Chapter 1. Composition In Pictures - The Golden Section...

...a perfect way to learn photography is to study painting


Composition is the plan, placement or arrangement of the elements of art in a work. The general goal is to select and place appropriate elements within the work in order to communicate ideas and feelings to the viewer. It is the primary element in photography and an important concern in drawing. Wikipedia.


To take a picture you need to get the exposure and focus correct otherwise the picture ‘won’t come out.’
But what if it does ‘come out’ well but it’s a stillborn misshapen non communicative mess because the photographer doesn’t understand the disciplines and techniques of visual narrative?
The basis of all picture making is a sense of composition; whether it be photography, painting, drawing, printmaking, animation, film making etc.
Decisions about ‘lighting’ and ‘focus’ are similar to spelling and grammar in a written piece of communication. The ‘composition’ gives us ‘the overall’ message.
The Information. The Headline.
The image maybe a sexy woman. ‘The overall’ image... woman.
A wide shot shows us this.



She has a great pair of tits. Focus your eyes or camera on them and you are now focusing on. ‘the particular’

A ‘particular’ feature contained within the woman’s ‘overall’ image.
You cannot focus your eye on both ‘the overall’ and ‘the particular’ at the same time.
Control of when the switch from one to the other takes place is part of the journey artists take you upon.

This is a visual phenomena described by painters as focusing the attention on ‘going from the overall to the particular.’ The artist guides your eye. Taking you on an edited journey through the image... leading you towards what he believes is important.

Like an actor using his voice to draw the viewers attention to a particularly important and consequently more dramatized line of dialogue.
Leading you to a ‘particular’ point of view. The artists point of view.

Master photographers do NOT "crop" their pictures they pre-visualise the final image within the frame of the camera's view finder, mapping out the viewers visual journey through an image, like traveling a road across a landscape maps out the journey of a vehicle upon that road, building in the stops, detours or surprises along the way..?

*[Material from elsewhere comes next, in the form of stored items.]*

// Package store is the only way splitsmith opens a database file.
//
// It registers splitsmith's SQL functions on a private driver, versions the schema with
// PRAGMA user_version and embedded migrations, runs every writing command in one transaction
// and records it in ss_runs, and builds a new file beside its target and renames it into
// place, so an interrupted command leaves the file exactly as it was (or absent).
//
// Naming rule: every table splitsmith owns starts with "ss_"; user tables and columns may not.
package store

import (
	"context"
	"database/sql"
	"database/sql/driver"
	"embed"
	"errors"
	"fmt"
	"io/fs"
	"net/url"
	"os"
	"path/filepath"
	"sort"
	"strings"
	"sync"

	"modernc.org/sqlite"

	"splitsmith/internal/sqlfn"
)

//go:embed migrations/*.sql
var migrationFS embed.FS

// Options say how to open a database.
type Options struct {
	SQL      []sqlfn.Set // functions to register on the private driver
	ReadOnly bool        // open mode=ro and deny every write with an authorizer
}

// DB is an open splitsmith database.
type DB struct {
	*sql.DB
	Path     string
	ReadOnly bool
}

// ErrNotExist is returned by Open for a missing file.
var ErrNotExist = errors.New("database does not exist")

// SchemaVersion is the number of embedded migrations: the user_version this binary writes.
func SchemaVersion() int { return len(migrations()) }

func migrations() []string {
	names, _ := fs.Glob(migrationFS, "migrations/*.sql")
	sort.Strings(names)
	return names
}

// drivers caches one private driver per distinct set list, since a driver cannot take new
// functions after its first Open. In the program there is one; tests may build several.
var (
	driversMu sync.Mutex
	drivers   = map[string]*sqlite.Driver{}
)

func driverFor(sets []sqlfn.Set) (*sqlite.Driver, error) {
	var key strings.Builder
	for _, s := range sets {
		key.WriteString(s.Package)
		for _, f := range s.Funcs {
			key.WriteString("," + f.Name)
		}
		key.WriteString(";")
	}
	driversMu.Lock()
	defer driversMu.Unlock()
	if d, ok := drivers[key.String()]; ok {
		return d, nil
	}
	d := &sqlite.Driver{}
	if err := sqlfn.Register(d, sets...); err != nil {
		return nil, err
	}
	drivers[key.String()] = d
	return d, nil
}

type connector struct {
	d        *sqlite.Driver
	dsn      string
	sets     []sqlfn.Set
	readOnly bool
}

func (c *connector) Driver() driver.Driver { return c.d }

func (c *connector) Connect(ctx context.Context) (driver.Conn, error) {
	conn, err := c.d.Open(c.dsn)
	if err != nil {
		return nil, err
	}
	if err := installCatalog(ctx, conn, c.sets); err != nil {
		conn.Close()
		return nil, err
	}
	if c.readOnly {
		ar, ok := conn.(sqlite.AuthorizerRegisterer)
		if !ok {
			conn.Close()
			return nil, errors.New("store: driver has no authorizer")
		}
		if err := ar.RegisterAuthorizer(readOnlyAuthorizer); err != nil {
			conn.Close()
			return nil, err
		}
	}
	return conn, nil
}

// installCatalog creates temp.tool_functions on each connection: the function catalog as a
// table, visible to every pooled connection and never written to the file.
func installCatalog(ctx context.Context, conn driver.Conn, sets []sqlfn.Set) error {
	ex, ok := conn.(driver.ExecerContext)
	if !ok {
		return errors.New("store: connection cannot exec")
	}
	if _, err := ex.ExecContext(ctx, `CREATE TEMP TABLE tool_functions(name TEXT PRIMARY KEY, package TEXT, kind TEXT, nargs INTEGER, args TEXT, deterministic INTEGER, doc TEXT, example TEXT, example_result TEXT)`, nil); err != nil {
		return fmt.Errorf("store: catalog: %w", err)
	}
	for _, s := range sets {
		for _, f := range s.Funcs {
			var ex0, want string
			if len(f.Examples) > 0 {
				ex0, want = f.Examples[0].SQL, f.Examples[0].Want
			}
			det := int64(0)
			if f.Deterministic {
				det = 1
			}
			args := []driver.NamedValue{{Ordinal: 1, Value: f.Name}, {Ordinal: 2, Value: s.Package}, {Ordinal: 3, Value: f.Kind()},
				{Ordinal: 4, Value: int64(f.NArgs)}, {Ordinal: 5, Value: f.Args}, {Ordinal: 6, Value: det}, {Ordinal: 7, Value: f.Doc},
				{Ordinal: 8, Value: ex0}, {Ordinal: 9, Value: want}}
			if _, err := ex.ExecContext(ctx, `INSERT INTO temp.tool_functions VALUES(?,?,?,?,?,?,?,?,?)`, args); err != nil {
				return fmt.Errorf("store: catalog: %w", err)
			}
		}
	}
	return nil
}

// readOnlyAuthorizer allows reading and nothing else. mode=ro already refuses writes to the
// file; the authorizer also refuses temp tables, ATTACH (which could open another file for
// writing) and pragmas that set a value.
func readOnlyAuthorizer(action sqlite.AuthorizerActionCode, arg1, arg2, dbName, _ string) sqlite.AuthorizerReturnCode {
	switch action {
	case sqlite.AuthSelect, sqlite.AuthRead, sqlite.AuthFunction, sqlite.AuthRecursive, sqlite.AuthTransaction, sqlite.AuthSavepoint:
		return sqlite.AuthorizerOK
	case sqlite.AuthPragma:
		name := strings.ToLower(arg1)
		if readingPragma[name] || (arg2 == "" && !writingPragma[name]) {
			return sqlite.AuthorizerOK
		}
	}
	return sqlite.AuthorizerDeny
}

// readingPragma are pragmas whose argument names what to read (pragma_table_info('t')), never a
// value to set.
var readingPragma = map[string]bool{"table_info": true, "table_xinfo": true, "table_list": true, "index_list": true,
	"index_info": true, "index_xinfo": true, "foreign_key_list": true, "foreign_key_check": true, "integrity_check": true,
	"quick_check": true, "database_list": true, "function_list": true, "collation_list": true, "module_list": true,
	"pragma_list": true, "compile_options": true}

var writingPragma = map[string]bool{"optimize": true, "incremental_vacuum": true, "wal_checkpoint": true, "shrink_memory": true}

func dsn(path string, readOnly, build bool) string {
	q := url.Values{}
	q.Add("_pragma", "busy_timeout(5000)")
	q.Add("_pragma", "foreign_keys(1)")
	q.Set("_dqs", "0")
	if readOnly {
		q.Set("mode", "ro")
	} else if build {
		// A file being built beside its target: atomicity comes from the final rename, so
		// the rollback journal and syncs are not needed until then.
		q.Add("_pragma", "journal_mode(OFF)")
		q.Add("_pragma", "synchronous(OFF)")
	} else {
		q.Add("_pragma", "journal_mode(DELETE)")
		q.Add("_pragma", "synchronous(FULL)")
	}
	return "file:" + (&url.URL{Path: path}).EscapedPath() + "?" + q.Encode()
}

func openRaw(path string, opts Options, build bool) (*DB, error) {
	d, err := driverFor(opts.SQL)
	if err != nil {
		return nil, err
	}
	db := sql.OpenDB(&connector{d: d, dsn: dsn(path, opts.ReadOnly, build), sets: opts.SQL, readOnly: opts.ReadOnly})
	if !opts.ReadOnly {
		db.SetMaxOpenConns(1)
	}
	return &DB{DB: db, Path: path, ReadOnly: opts.ReadOnly}, nil
}

// Open opens an existing splitsmith database, checking its schema version. A file written by
// a newer splitsmith is refused; an older one is migrated (unless read-only, where it must be
// current).
func Open(ctx context.Context, path string, opts Options) (*DB, error) {
	if _, err := os.Stat(path); err != nil {
		if errors.Is(err, fs.ErrNotExist) {
			return nil, fmt.Errorf("%s: %w (create it with: splitsmith ingest --db %s FILE)", path, ErrNotExist, path)
		}
		return nil, err
	}
	db, err := openRaw(path, opts, false)
	if err != nil {
		return nil, err
	}
	if err := checkVersion(ctx, db); err != nil {
		db.Close()
		return nil, err
	}
	return db, nil
}

func checkVersion(ctx context.Context, db *DB) error {
	var v int
	if err := db.QueryRowContext(ctx, `PRAGMA user_version`).Scan(&v); err != nil {
		return fmt.Errorf("%s: not a readable SQLite database: %w", db.Path, err)
	}
	var n int
	if err := db.QueryRowContext(ctx, `SELECT count(*) FROM sqlite_schema WHERE name='ss_runs'`).Scan(&n); err != nil {
		return fmt.Errorf("%s: %w", db.Path, err)
	}
	if n == 0 {
		return fmt.Errorf("%s: not a splitsmith database (no ss_runs table)", db.Path)
	}
	if v > SchemaVersion() {
		return fmt.Errorf("%s: schema version %d was written by a newer splitsmith (this one knows up to %d); upgrade splitsmith to open it", db.Path, v, SchemaVersion())
	}
	if v < SchemaVersion() && db.ReadOnly {
		return fmt.Errorf("%s: schema version %d is older than this splitsmith's %d; run any writing command once to migrate it", db.Path, v, SchemaVersion())
	}
	return nil
}

// migrate applies the migrations after user_version, inside the caller's transaction.
func migrate(ctx context.Context, c *sql.Conn) error {
	var v int
	if err := c.QueryRowContext(ctx, `PRAGMA user_version`).Scan(&v); err != nil {
		return err
	}
	ms := migrations()
	if v > len(ms) {
		return fmt.Errorf("schema version %d was written by a newer splitsmith (this one knows up to %d)", v, len(ms))
	}
	for i := v; i < len(ms); i++ {
		b, err := migrationFS.ReadFile(ms[i])
		if err != nil {
			return err
		}
		if _, err := c.ExecContext(ctx, string(b)); err != nil {
			return fmt.Errorf("migration %s: %w", filepath.Base(ms[i]), err)
		}
	}
	if v != len(ms) {
		if _, err := c.ExecContext(ctx, fmt.Sprintf(`PRAGMA user_version = %d`, len(ms))); err != nil {
			return err
		}
	}
	return nil
}

// CheckUserName refuses a user table or column name that splitsmith reserves.
func CheckUserName(kind, name string) error {
	l := strings.ToLower(name)
	switch {
	case name == "":
		return fmt.Errorf("%s name is empty", kind)
	case strings.HasPrefix(l, "ss_"):
		return fmt.Errorf("%s name %q is reserved: names starting with ss_ belong to splitsmith", kind, name)
	case strings.HasPrefix(l, "sqlite_"):
		return fmt.Errorf("%s name %q is reserved by SQLite", kind, name)
	case l == "tool_functions":
		return fmt.Errorf("%s name %q is reserved: splitsmith's function catalog uses it", kind, name)
	}
	return nil
}

// QuoteIdent quotes an SQL identifier.
func QuoteIdent(s string) string { return `"` + strings.ReplaceAll(s, `"`, `""`) + `"` }

// QuoteString quotes an SQL string literal.
func QuoteString(s string) string { return `'` + strings.ReplaceAll(s, `'`, `''`) + `'` }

Artists have been doing this forever using systems that define visual proportions like ‘The Golden Section.’ The difinitive "landscape" rectangular proportion similar in shape to 35mm film proportions, a cinema screen, or interestingly an upright magazine page laid on its side.


The Golden rectangle. Wikipedia.




A distinctive feature of this rectangular shape is that when a square section is removed, the remainder is another golden rectangle with the same proportions as the first and this square removal can be repeated infinitely, which leads to an approximation of the golden spiral.

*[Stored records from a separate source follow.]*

package store

import (
	"context"
	"crypto/sha256"
	"database/sql"
	"encoding/hex"
	"encoding/json"
	"errors"
	"fmt"
	"io"
	"io/fs"
	"os"
	"path/filepath"
	"runtime/debug"
	"strconv"
	"strings"
	"syscall"
	"time"
)

// Run describes the writing command being recorded in ss_runs.
type Run struct {
	Command string   // e.g. "ingest"
	Args    []string // argv after the program name
}

// Tx is one writing command's transaction. Conn is inside BEGIN IMMEDIATE: use it for every
// statement, never COMMIT or ROLLBACK it. Conn.Raw reaches the driver's own statement
// interface for bulk loads.
type Tx struct {
	Conn    *sql.Conn
	RunID   int64
	NewFile bool // the database is being built beside its target (no journal)
	inputs  []Input
	detail  map[string]any
	outcome string
}

// Input is one input file of a run.
type Input struct {
	Path   string `json:"path"`
	Size   int64  `json:"size"`
	SHA256 string `json:"sha256"`
}

// AddInput records an input file's size and SHA-256 in the run.
func (t *Tx) AddInput(in Input) { t.inputs = append(t.inputs, in) }

// SetDetail records a command-specific value (resolved spec, seed, counts) in the run.
func (t *Tx) SetDetail(key string, v any) { t.detail[key] = v }

// SetOutcome sets the outcome stored for a run that commits: "ok" (default) or "findings".
func (t *Tx) SetOutcome(o string) { t.outcome = o }

// Now is the time recorded in ss_runs: SOURCE_DATE_EPOCH when set, so builds of the same
// inputs can be byte-identical; the clock otherwise. It never enters results.
func Now() time.Time {
	if s := os.Getenv("SOURCE_DATE_EPOCH"); s != "" {
		if n, err := strconv.ParseInt(s, 10, 64); err == nil {
			return time.Unix(n, 0).UTC()
		}
	}
	return time.Now().UTC()
}

// ToolVersion is the module version from the build info, or "devel".
func ToolVersion() string {
	if bi, ok := debug.ReadBuildInfo(); ok && bi.Main.Version != "" && bi.Main.Version != "(devel)" {
		return bi.Main.Version
	}
	return "devel"
}

// Update runs fn as one writing command on the database at path. With create set, a missing
// file is built beside the target (path.tmp-PID) and renamed into place only after fn
// succeeds; otherwise a missing file is an error. An existing file is changed in one
// BEGIN IMMEDIATE transaction with the rollback journal on, so an interrupted command (Ctrl-C,
// kill -9, power loss) leaves it exactly as it was. When fn returns an error nothing is
// written at all.
func Update(ctx context.Context, path string, opts Options, create bool, run Run, fn func(ctx context.Context, tx *Tx) error) (err error) {
	opts.ReadOnly = false
	_, statErr := os.Stat(path)
	exists := statErr == nil
	if statErr != nil && !errors.Is(statErr, fs.ErrNotExist) {
		return statErr
	}
	if !exists && !create {
		return fmt.Errorf("%s: %w (create it with: splitsmith ingest --db %s FILE)", path, ErrNotExist, path)
	}
	target := path
	if !exists {
		dir := filepath.Dir(path)
		if st, err := os.Stat(dir); err != nil || !st.IsDir() {
			return fmt.Errorf("%s: directory %s does not exist", path, dir)
		}
		removeStaleBuilds(dir, filepath.Base(path))
		path = filepath.Join(dir, "."+filepath.Base(path)+".tmp-"+strconv.Itoa(os.Getpid()))
		os.Remove(path)
		defer func() {
			if err != nil {
				os.Remove(path)
			}
		}()
	}
	db, err := openRaw(path, opts, !exists)
	if err != nil {
		return err
	}
	closed := false
	defer func() {
		if !closed {
			db.Close()
		}
	}()
	if exists {
		if err := checkVersion(ctx, db); err != nil {
			return err
		}
	}
	conn, err := db.Conn(ctx)
	if err != nil {
		return fmt.Errorf("%s: %w", target, err)
	}
	defer conn.Close()
	if _, err := conn.ExecContext(ctx, `BEGIN IMMEDIATE`); err != nil {
		return fmt.Errorf("%s: begin: %w", target, err)
	}
	committed := false
	defer func() {
		if !committed {
			conn.ExecContext(context.Background(), `ROLLBACK`)
		}
	}()
	if err := migrate(ctx, conn); err != nil {
		return fmt.Errorf("%s: %w", target, err)
	}
	tx := &Tx{Conn: conn, NewFile: !exists, detail: map[string]any{}, outcome: "ok"}
	args, _ := json.Marshal(orEmpty(run.Args))
	var sqliteVersion string
	if err := conn.QueryRowContext(ctx, `SELECT sqlite_version()`).Scan(&sqliteVersion); err != nil {
		return err
	}
	res, err := conn.ExecContext(ctx, `INSERT INTO ss_runs(command, args_json, tool_version, sqlite_version, started_at) VALUES(?,?,?,?,?)`,
		run.Command, string(args), ToolVersion(), sqliteVersion, Now().Format(time.RFC3339))
	if err != nil {
		return err
	}
	if tx.RunID, err = res.LastInsertId(); err != nil {
		return err
	}
	if err := fn(ctx, tx); err != nil {
		return err
	}
	inputs, _ := json.Marshal(orEmptyInputs(tx.inputs))
	detail, _ := json.Marshal(tx.detail)
	if _, err := conn.ExecContext(ctx, `UPDATE ss_runs SET inputs_json=?, detail_json=?, ended_at=?, outcome=? WHERE run_id=?`,
		string(inputs), string(detail), Now().Format(time.RFC3339), tx.outcome, tx.RunID); err != nil {
		return err
	}
	if _, err := conn.ExecContext(ctx, `COMMIT`); err != nil {
		return fmt.Errorf("%s: commit: %w", target, err)
	}
	committed = true
	conn.Close()
	closed = true
	if err := db.Close(); err != nil {
		return err
	}
	if !exists {
		if err := syncFile(path); err != nil {
			return err
		}
		if err := os.Rename(path, target); err != nil {
			return err
		}
		if err := syncFile(filepath.Dir(target)); err != nil {
			return err
		}
	}
	return nil
}

func orEmpty(s []string) []string {
	if s == nil {
		return []string{}
	}
	return s
}

func orEmptyInputs(s []Input) []Input {
	if s == nil {
		return []Input{}
	}
	return s
}

func syncFile(path string) error {
	f, err := os.Open(path)
	if err != nil {
		return err
	}
	defer f.Close()
	return f.Sync()
}

// HashFile returns the size and SHA-256 of a file, for AddInput.
func HashFile(path string) (Input, error) {
	f, err := os.Open(path)
	if err != nil {
		return Input{}, err
	}
	defer f.Close()
	h := sha256.New()
	n, err := io.Copy(h, f)
	if err != nil {
		return Input{}, err
	}
	return Input{Path: path, Size: n, SHA256: hex.EncodeToString(h.Sum(nil))}, nil
}

// AddAuditQuery stores SQL that recomputes a result (see ss_audit_queries). A query of the
// same subject and name is replaced.
func (t *Tx) AddAuditQuery(ctx context.Context, subject, name, kind, description, query string, needsTool bool) error {
	nt := 0
	if needsTool {
		nt = 1
	}
	_, err := t.Conn.ExecContext(ctx, `INSERT INTO ss_audit_queries(run_id, subject, name, kind, description, sql, needs_tool) VALUES(?,?,?,?,?,?,?)
		ON CONFLICT(subject, name) DO UPDATE SET run_id=excluded.run_id, kind=excluded.kind, description=excluded.description, sql=excluded.sql, needs_tool=excluded.needs_tool`,
		t.RunID, subject, name, kind, description, query, nt)
	return err
}

// removeStaleBuilds deletes half-built files (.NAME.tmp-PID) left beside a target by a
// process that was killed: their PID no longer runs. A build in progress is left alone.
func removeStaleBuilds(dir, base string) {
	matches, _ := filepath.Glob(filepath.Join(dir, "."+base+".tmp-*"))
	for _, m := range matches {
		pid, err := strconv.Atoi(m[strings.LastIndex(m, "-")+1:])
		if err != nil || pid <= 0 || pid == os.Getpid() {
			continue
		}
		if err := syscall.Kill(pid, 0); errors.Is(err, syscall.ESRCH) {
			os.Remove(m)
		}
	}
}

Approximate golden spiral (green) made of quarter-circles in squares successively removed from a golden rectangle.

Any artists and architects have proportioned their works to approximate the form of the golden rectangle, which has long been considered aesthetically pleasing. Wikipedia.

The Parthenon's facade showing an interpretation of golden rectangles in its proportions.

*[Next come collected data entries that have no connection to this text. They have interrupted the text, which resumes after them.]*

// readPoints reads a points file; every problem is located as file:line, column, value.
func readPoints(path string) (holdout, train []estimate.PointRow, err error) {
	f, err := os.Open(path)
	if err != nil {
		return nil, nil, err
	}
	defer f.Close()
	r := csv.NewReader(f)
	r.FieldsPerRecord = -1
	r.TrimLeadingSpace = true
	header, err := r.Read()
	if err == io.EOF {
		return nil, nil, fmt.Errorf("%s: empty file (want a header: n, error[, repeat][, train_error])", path)
	}
	if err != nil {
		return nil, nil, fmt.Errorf("%s: %w", path, err)
	}
	col := map[string]int{}
	for i, h := range header {
		h = strings.ToLower(strings.TrimSpace(strings.TrimPrefix(h, "\ufeff")))
		switch h {
		case "n", "error", "repeat", "train_error":
		default:
			return nil, nil, fmt.Errorf("%s:1: unknown column %q (the columns are n, error, repeat, train_error)", path, header[i])
		}
		if _, dup := col[h]; dup {
			return nil, nil, fmt.Errorf("%s:1: column %q appears twice", path, h)
		}
		col[h] = i
	}
	for _, need := range []string{"n", "error"} {
		if _, ok := col[need]; !ok {
			return nil, nil, fmt.Errorf("%s:1: missing column %q (the header must name n and error)", path, need)
		}
	}
	for {
		rec, err := r.Read()
		if err == io.EOF {
			break
		}
		line, _ := r.FieldPos(0)
		if err != nil {
			return nil, nil, fmt.Errorf("%s: %w", path, err)
		}
		if len(rec) == 1 && strings.TrimSpace(rec[0]) == "" {
			continue
		}
		if len(rec) != len(header) {
			return nil, nil, fmt.Errorf("%s:%d: %d fields, the header has %d", path, line, len(rec), len(header))
		}
		get := func(name string) (float64, bool, error) {
			i, ok := col[name]
			if !ok {
				return 0, false, nil
			}
			v := strings.TrimSpace(rec[i])
			if v == "" {
				return 0, false, nil
			}
			x, err := strconv.ParseFloat(v, 64)
			if err != nil || math.IsNaN(x) || math.IsInf(x, 0) {
				return 0, false, fmt.Errorf("%s:%d: column %q: cannot parse %q as a number", path, line, name, rec[i])
			}
			return x, true, nil
		}
		n, okN, err := get("n")
		if err != nil {
			return nil, nil, err
		}
		if !okN {
			return nil, nil, fmt.Errorf("%s:%d: column \"n\": missing value", path, line)
		}
		if n <= 0 {
			return nil, nil, fmt.Errorf("%s:%d: column \"n\": %s is not a positive size", path, line, rec[col["n"]])
		}
		e, okE, err := get("error")
		if err != nil {
			return nil, nil, err
		}
		if !okE {
			return nil, nil, fmt.Errorf("%s:%d: column \"error\": missing value", path, line)
		}
		if e < 0 {
			return nil, nil, fmt.Errorf("%s:%d: column \"error\": %s is negative (errors are losses: lower is better, 0 at best)", path, line, rec[col["error"]])
		}
		rep, okR, err := get("repeat")
		if err != nil {
			return nil, nil, err
		}
		if okR && rep != math.Trunc(rep) {
			return nil, nil, fmt.Errorf("%s:%d: column \"repeat\": %s is not an integer", path, line, rec[col["repeat"]])
		}
		holdout = append(holdout, estimate.PointRow{Point: estimate.Point{N: n, Err: e, Repeat: int(rep)}, Kind: "holdout", Line: line})
		te, okT, err := get("train_error")
		if err != nil {
			return nil, nil, err
		}
		if okT {
			if te < 0 {
				return nil, nil, fmt.Errorf("%s:%d: column \"train_error\": %s is negative", path, line, rec[col["train_error"]])
			}
			train = append(train, estimate.PointRow{Point: estimate.Point{N: n, Err: te, Repeat: int(rep)}, Kind: "train", Line: line})
		}
	}
	if len(holdout) == 0 {
		return nil, nil, fmt.Errorf("%s: no points after the header", path)
	}
	return holdout, train, nil
}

Then there is "The Rule of Thirds"



The rule of thirds is a guideline commonly followed by visual artists. The objective is to keep the subject(s) and areas of interest (such as the horizon) out of the center of the image.


Note how the horizon falls close to the bottom grid line, and how the dark moody areas are in the left third, whilst the bright highlight areas are in the right third. Wikipedia.

In paintings we see how complete and precise is the artists technical control over the geometric language hidden within the construction of his work.

The Master photographer must do the same in order to control his composition.


Without conscious composition successful pictures are usually unrepeatable flukes.
A photographers visual philosophy does not develop through ‘fluke’.
A ‘repeatable’ visual philosophy in pictures is not something based on accident.
And great photographers always use a strong sense of composition to develop a repeatable ‘ look’.
Study the history of photography and you can tell a John Loup Seiff or an Irving Penn at twenty paces.

Jeanloup Sieff (November 30, 1933 – 20 September 2000) was a practitioner of the photographic art of high fashion, and avowed a fidelity to the frivolous and superficial. His legacy places him in the top rank of fashion and art photographers. Wikipedia.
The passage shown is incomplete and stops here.